Final answer:
To find the equation of the plane, we use the cross product to find a normal vector to the plane from two direction vectors and then use point-normal form to determine the plane equation, resulting in 20x - 2y - 9z = 57.
Step-by-step explanation:
To find an equation of the plane that passes through the point (3, 6, -1) and contains the line x = 4 - t, y = 2t - 1, z = -3t, we need a point on the plane and a normal vector to the plane. We already have a point, (3, 6, -1). The direction vector of the line given can be taken as a direction vector of the plane. From the line equations, we can get the direction vector v = (-1, 2, -3).

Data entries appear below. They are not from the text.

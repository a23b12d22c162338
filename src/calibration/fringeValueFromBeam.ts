import type { Measured } from '../uncertainty/Measured.ts';
import { calibrateAgainstFringeOrder } from './calibrateAgainstFringeOrder.ts';
import type { FringeValueCalibration } from './FringeValueCalibration.ts';

export interface BeamCalibrationInput {
  /**
   * Bending moment carried by the whole cross-section in the pure-bending span, N·mm (not
   * per unit thickness). In four-point bending with total load P and support-to-load-point
   * distance a, M = P·a/2.
   */
  bendingMomentNmm: Measured;
  /** Depth h of the beam in the plane of bending (the dimension the fringes run across), mm. */
  depthMm: Measured;
  /** Fringe order at the outer fibre. */
  fringeOrder: Measured;
  wavelengthNm: number;
}

/**
 * Beam in pure bending. The light passes through the thickness t; the beam's depth is h.
 * Outer-fibre stress σ = M·(h/2)/I with I = t·h³/12, so σ = 6M/(t·h²); at that free edge the
 * stress-optic law gives σ = N·fσ/t, hence fσ = σ·t/N = 6M/(h²·N) — t cancels when M is
 * the moment on the whole section. Units: N·mm / mm² = N/mm per fringe. GUM propagation of
 * u(M), u(h) (entering twice: exponent −2), u(N).
 *
 * @example
 * fringeValueFromBeam({ bendingMomentNmm: { value: 4000, uncertainty: 20 }, depthMm: { value: 12, uncertainty: 0.02 },
 *   fringeOrder: { value: 3.2, uncertainty: 0.02 }, wavelengthNm: 546.1 });
 * // { defined: true, fringeValueNPerMm: { value: 52.083, uncertainty: 0.4516 }, wavelengthNm: 546.1,
 * //   formula: 'pure bending, outer fibre: fσ = 6M/(h²N)' }
 */
export function fringeValueFromBeam(input: BeamCalibrationInput): FringeValueCalibration {
  return calibrateAgainstFringeOrder(
    'pure bending, outer fibre: fσ = 6M/(h²N)',
    6,
    [
      { field: 'bendingMomentNmm', measured: input.bendingMomentNmm, exponent: 1 },
      { field: 'depthMm', measured: input.depthMm, exponent: -2 },
    ],
    input.fringeOrder,
    input.wavelengthNm,
  );
}
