import { DomainError } from '../errors/DomainError.ts';
import { requireNumber } from '../guards/requireNumber.ts';
import { VISIBLE_WAVELENGTH_RANGE_NM } from '../optics/readingDefaults.ts';
import type { Measured } from '../uncertainty/Measured.ts';

/** One load step: the fringe order read and the specimen's stress-like quantity q = fσ·N. */
export interface CalibrationPoint {
  fringeOrder: number;
  /** q in N/mm: 8P/(πD) for a disk, P/w for a tension strip, 6M/h² for a beam. */
  stressLikeNPerMm: number;
}

export interface FringeValueFit {
  fringeValueNPerMm: Measured;
  wavelengthNm: number;
  /** Standard deviation of the residuals of q about the line, N/mm. */
  residualStandardDeviationNPerMm: number;
  /** n − 1: apply a Student t factor with this many degrees of freedom for an expanded interval. */
  degreesOfFreedom: number;
  pointCount: number;
}

/** Fewest load steps accepted: with three, two residual degrees of freedom remain to judge linearity. */
const MINIMUM_CALIBRATION_POINTS = 3;

/**
 * Least squares through the origin of q against N over several load steps (q = fσ·N, a
 * straight line through zero by the stress-optic law): fσ = ΣNq/ΣN², s² = Σ(q − fσN)²/(n − 1),
 * u(fσ) = s/√ΣN². The fringe orders are taken as the exact regressor; their reading error shows
 * up in the residuals. Needs at least 3 points and at least 2 distinct non-zero orders.
 *
 * @example
 * fitFringeValueThroughOrigin([
 *   { fringeOrder: 1, stressLikeNPerMm: 7.2 },
 *   { fringeOrder: 2, stressLikeNPerMm: 13.8 },
 *   { fringeOrder: 3, stressLikeNPerMm: 21.3 },
 *   { fringeOrder: 4, stressLikeNPerMm: 27.9 },
 * ], 577);
 * // { fringeValueNPerMm: { value: 7.01, uncertainty: 0.04435 }, wavelengthNm: 577,
 * //   residualStandardDeviationNPerMm: 0.24290, degreesOfFreedom: 3, pointCount: 4 }
 */
export function fitFringeValueThroughOrigin(points: readonly CalibrationPoint[], wavelengthNm: number): FringeValueFit {
  const lambda = requireNumber('wavelengthNm', wavelengthNm, VISIBLE_WAVELENGTH_RANGE_NM);
  if (!Array.isArray(points) || points.length < MINIMUM_CALIBRATION_POINTS) {
    throw new DomainError('invalid_input', `a calibration fit needs at least ${MINIMUM_CALIBRATION_POINTS} points`, [
      { field: 'points', message: `got ${Array.isArray(points) ? points.length : 'no list'}, need ${MINIMUM_CALIBRATION_POINTS}` },
    ]);
  }
  const xs = points.map((p, i) => requireNumber(`points[${i}].fringeOrder`, p.fringeOrder, { min: 0 }));
  const ys = points.map((p, i) => requireNumber(`points[${i}].stressLikeNPerMm`, p.stressLikeNPerMm, { min: 0 }));
  if (new Set(xs.filter((x) => x > 0)).size < 2) {
    throw new DomainError('invalid_input', 'a calibration fit needs at least 2 distinct non-zero fringe orders', [
      { field: 'points', message: 'all load steps read the same fringe order' },
    ]);
  }
  const sxx = xs.reduce((s, x) => s + x * x, 0);
  const sxy = xs.reduce((s, x, i) => s + x * (ys[i] as number), 0);
  const slope = sxy / sxx;
  const sse = xs.reduce((s, x, i) => s + ((ys[i] as number) - slope * x) ** 2, 0);
  const degreesOfFreedom = points.length - 1;
  const residualSd = Math.sqrt(sse / degreesOfFreedom);
  return {
    fringeValueNPerMm: { value: slope, uncertainty: residualSd / Math.sqrt(sxx) },
    wavelengthNm: lambda,
    residualStandardDeviationNPerMm: residualSd,
    degreesOfFreedom,
    pointCount: points.length,
  };
}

To find another direction vector, we take a specific point on the line by plugging in a value for t. Let's use t = 0; this gives us the point (4, -1, 0). The vector from this point to (3, 6, -1) is u = (-1, 7, -1).
We now need a normal vector n which is perpendicular to both direction vectors u and v. This can be found using the cross product: n = u × v. Calculating the cross product yields n = (20, -2, -9).
Now, we can write the equation of the plane using the point-normal form. If (x, y, z) is any point on the plane and P0 = (3, 6, -1) is our given point, then n · ((x, y, z) - P0) = 0 gives the plane equation. Substituting and expanding, we get 20(x - 3) - 2(y - 6) - 9(z + 1) = 0, which simplifies to the plane equation 20x - 2y - 9z = 57.